Assignment
Copy all the lines of the data that include the word "keep".

Data for the task
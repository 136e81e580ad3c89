"""Render orchestration: progressive passes, stopping rules, checkpoints and the result.

The numba kernel adds samples [s0, s1) of a band of rows to float64 sums; this module
chooses the bands and passes (each kernel call well under a second, so progress updates
and Ctrl-C land quickly), stops at the requested spp, a target error or a time limit,
writes checkpoints and resumes from them bit-exactly.
"""

from __future__ import annotations

import functools
import math
import time
from dataclasses import dataclass
from pathlib import Path
from typing import Callable

import numpy as np

from . import __version__
from .accumulate import Accumulator, _scene_key
from .buffers import Frame
from .config import num_threads
from .errors import UserError
from .scene import Scene

SHADING_CODES = {"phase": 0, "surface": 1, "hybrid": 2}
ENVIRONMENT_CODES = {"constant": 0, "sky": 1, "image": 2}
LIGHT_CODES = {"directional": 0, "point": 1}
DEFAULT_TARGET_ERROR_SPP_CAP = 65536


@dataclass(frozen=True)
class RenderProgress:
    """Reported after every kernel call."""

    spp_done: int
    spp_total: int
    samples_done: int          # paths traced in this run (pixels x spp, partial passes included)
    elapsed_seconds: float
    relative_error: float | None


def kernel_arguments(scene: Scene, skipping: bool = True) -> tuple:
    """The scene as the plain arrays and codes of :func:`tracer._kernels.integrate.render_rows` (before rows/samples/acc).

    The macrocell grid of the current transfer function is built every time (exact: empty cells
    have zero extinction everywhere); ``skipping`` decides whether rays step over empty cells.
    """
    volume = scene.volume
    low, high = volume.value_range
    transfer = scene.transfer_function.bake(low, high)
    cells = macrocells(volume.data, transfer)
    settings = scene.settings
    lights = np.zeros((len(scene.lights), 7))
    for index, light in enumerate(scene.lights):
        lights[index, 0] = LIGHT_CODES[light.kind]
        lights[index, 1:4] = light.vector
        lights[index, 4:7] = light.power
    environment = scene.environment
    image = scene.environment_image if scene.environment_image is not None else np.zeros((2, 2, 3), np.float32)
    background = np.zeros(3) if environment.background is None else np.asarray(environment.background, np.float64)
    value_range = max(high - low, 1e-12)
    gradient_scale = float(np.mean(volume.spacing)) / (value_range * settings.surface_gradient)
    return (
        volume.to_arrays(), transfer, cells, scene.camera.to_array(), lights,
        ENVIRONMENT_CODES[environment.kind], np.asarray(environment.colors, dtype=np.float64),
        np.ascontiguousarray(image, dtype=np.float32), background, environment.background is None,
        SHADING_CODES[settings.shading], settings.events, np.asarray(settings.feature_levels, dtype=np.float64),
        float(settings.step_mm), float(settings.phase_g), gradient_scale,
    ), bool(skipping)
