def _spacing(ds: Dataset, frame: int, notes: list[str]) -> tuple[float, float] | None:
    value = lookup(ds, frame, "PixelMeasuresSequence", "PixelSpacing")
    if value is None and "ImagerPixelSpacing" in ds:
        value = ds.get("ImagerPixelSpacing")
        notes.append("spacing is Imager Pixel Spacing (at the detector, not corrected for magnification)")
    try:
        row, col = (float(v) for v in value)
    except (TypeError, ValueError):
        return None
    return (row, col) if row > 0 and col > 0 and np.isfinite([row, col]).all() else None


def _uid(ds: Dataset, keyword: str) -> str | None:
    value = str(ds.get(keyword, "") or "").strip()
    return value or None


def _pseudonym(ds: Dataset, key: str | os.PathLike[str] | None, notes: list[str]) -> str | None:
    patient_id = str(ds.get("PatientID", "") or "").strip()
    if patient_id:
        return pseudonym(load_site_key(key), patient_id)
    study = _uid(ds, "StudyInstanceUID")
    if study:
        notes.append("no Patient ID: pseudonym made from the Study Instance UID")
        return pseudonym(load_site_key(key), study)
    notes.append("no Patient ID or Study Instance UID: no pseudonym")
    return None


def load_dicom(ds: Dataset, *, name: str, file_sha256: str, frame: int | None, key: Any, window: Any,
               uid_policy: str, notes: list[str], limits: Limits) -> Scan:
    """Build a Scan from a parsed data set (see casefile.imaging.load for the arguments).

    Nothing is decoded before the transfer syntax, the declared size (against ``limits``) and, for the
    JPEG family, the size the frame's own codestream declares have been checked.
    """
    if not any(k in ds for k in PIXEL_KEYWORDS):
        raise InputError(f"{name}: DICOM file has no Pixel Data")
    tsuid = _transfer_syntax(ds, name, notes)
    check_transfer_syntax(tsuid, name)
    expected = check_declared_size(ds, name, limits)
    frames = as_int(ds, "NumberOfFrames", name, default=1)
    if frames > 1 and frame is None:
        raise InputError(f"{name}: multi-frame file with {frames} frames; choose one with frame=N (0-based)")
    if frame is not None and not 0 <= frame < frames:
        raise InputError(f"{name}: frame {frame} out of range; the file has {frames} frame(s)")
    index = frame or 0
    _check_native_length(ds, name, tsuid, frames, expected)
    _check_codestream(ds, name, tsuid, frames, index)
    arr, photometric = _decode(ds, name, tsuid, frame if frames > 1 else None)
    info = None
    if arr.ndim == 2 and photometric == "PALETTE COLOR":
        unit, digest = _colour(ds, arr, photometric, name, notes)
    elif arr.ndim == 2:
        if photometric not in GREY:
            notes.append(f"Photometric Interpretation {photometric or 'missing'!r}; shown as MONOCHROME2")
            photometric = "MONOCHROME2"
        unit, digest, info = _grey(ds, arr, photometric, index, window, name, notes)
    elif arr.ndim == 3 and arr.shape[-1] == 3:
        unit, digest = _colour(ds, arr, photometric, name, notes)
    else:
        raise InputError(f"{name}: unexpected pixel array shape {arr.shape}")
    modality = str(ds.get("Modality", "") or "").strip()
    if not modality:
        modality = "OT"
        notes.append("Modality missing; recorded as OT (other)")
    metadata, meta_notes = safe_metadata(ds, tsuid)
    notes.extend(meta_notes)
    keep = uid_policy == "keep-uids"
    display = voi.to_display(unit)
    spacing = _spacing(ds, index, notes)
    pseudo = _pseudonym(ds, key, notes)
    return Scan(
        pixels=unit.astype(np.float32), display=display[0] if display.shape[0] == 1 else np.moveaxis(display, 0, -1),
        file_sha256=file_sha256, pixel_sha256=digest, width=int(unit.shape[2]), height=int(unit.shape[1]),
        channels=int(unit.shape[0]), spacing_mm=spacing, modality=modality, window=info,
        frame=frame, kind="dicom", file_name=name, notes=tuple(notes), pseudonym=pseudo,
        study_uid=_uid(ds, "StudyInstanceUID") if keep else None,
        series_uid=_uid(ds, "SeriesInstanceUID") if keep else None,
        sop_uid=_uid(ds, "SOPInstanceUID") if keep else None, metadata=metadata,
    )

Finished task
    keep = uid_policy == "keep-uids"
        study_uid=_uid(ds, "StudyInstanceUID") if keep else None,
        series_uid=_uid(ds, "SeriesInstanceUID") if keep else None,
        sop_uid=_uid(ds, "SOPInstanceUID") if keep else None, metadata=metadata,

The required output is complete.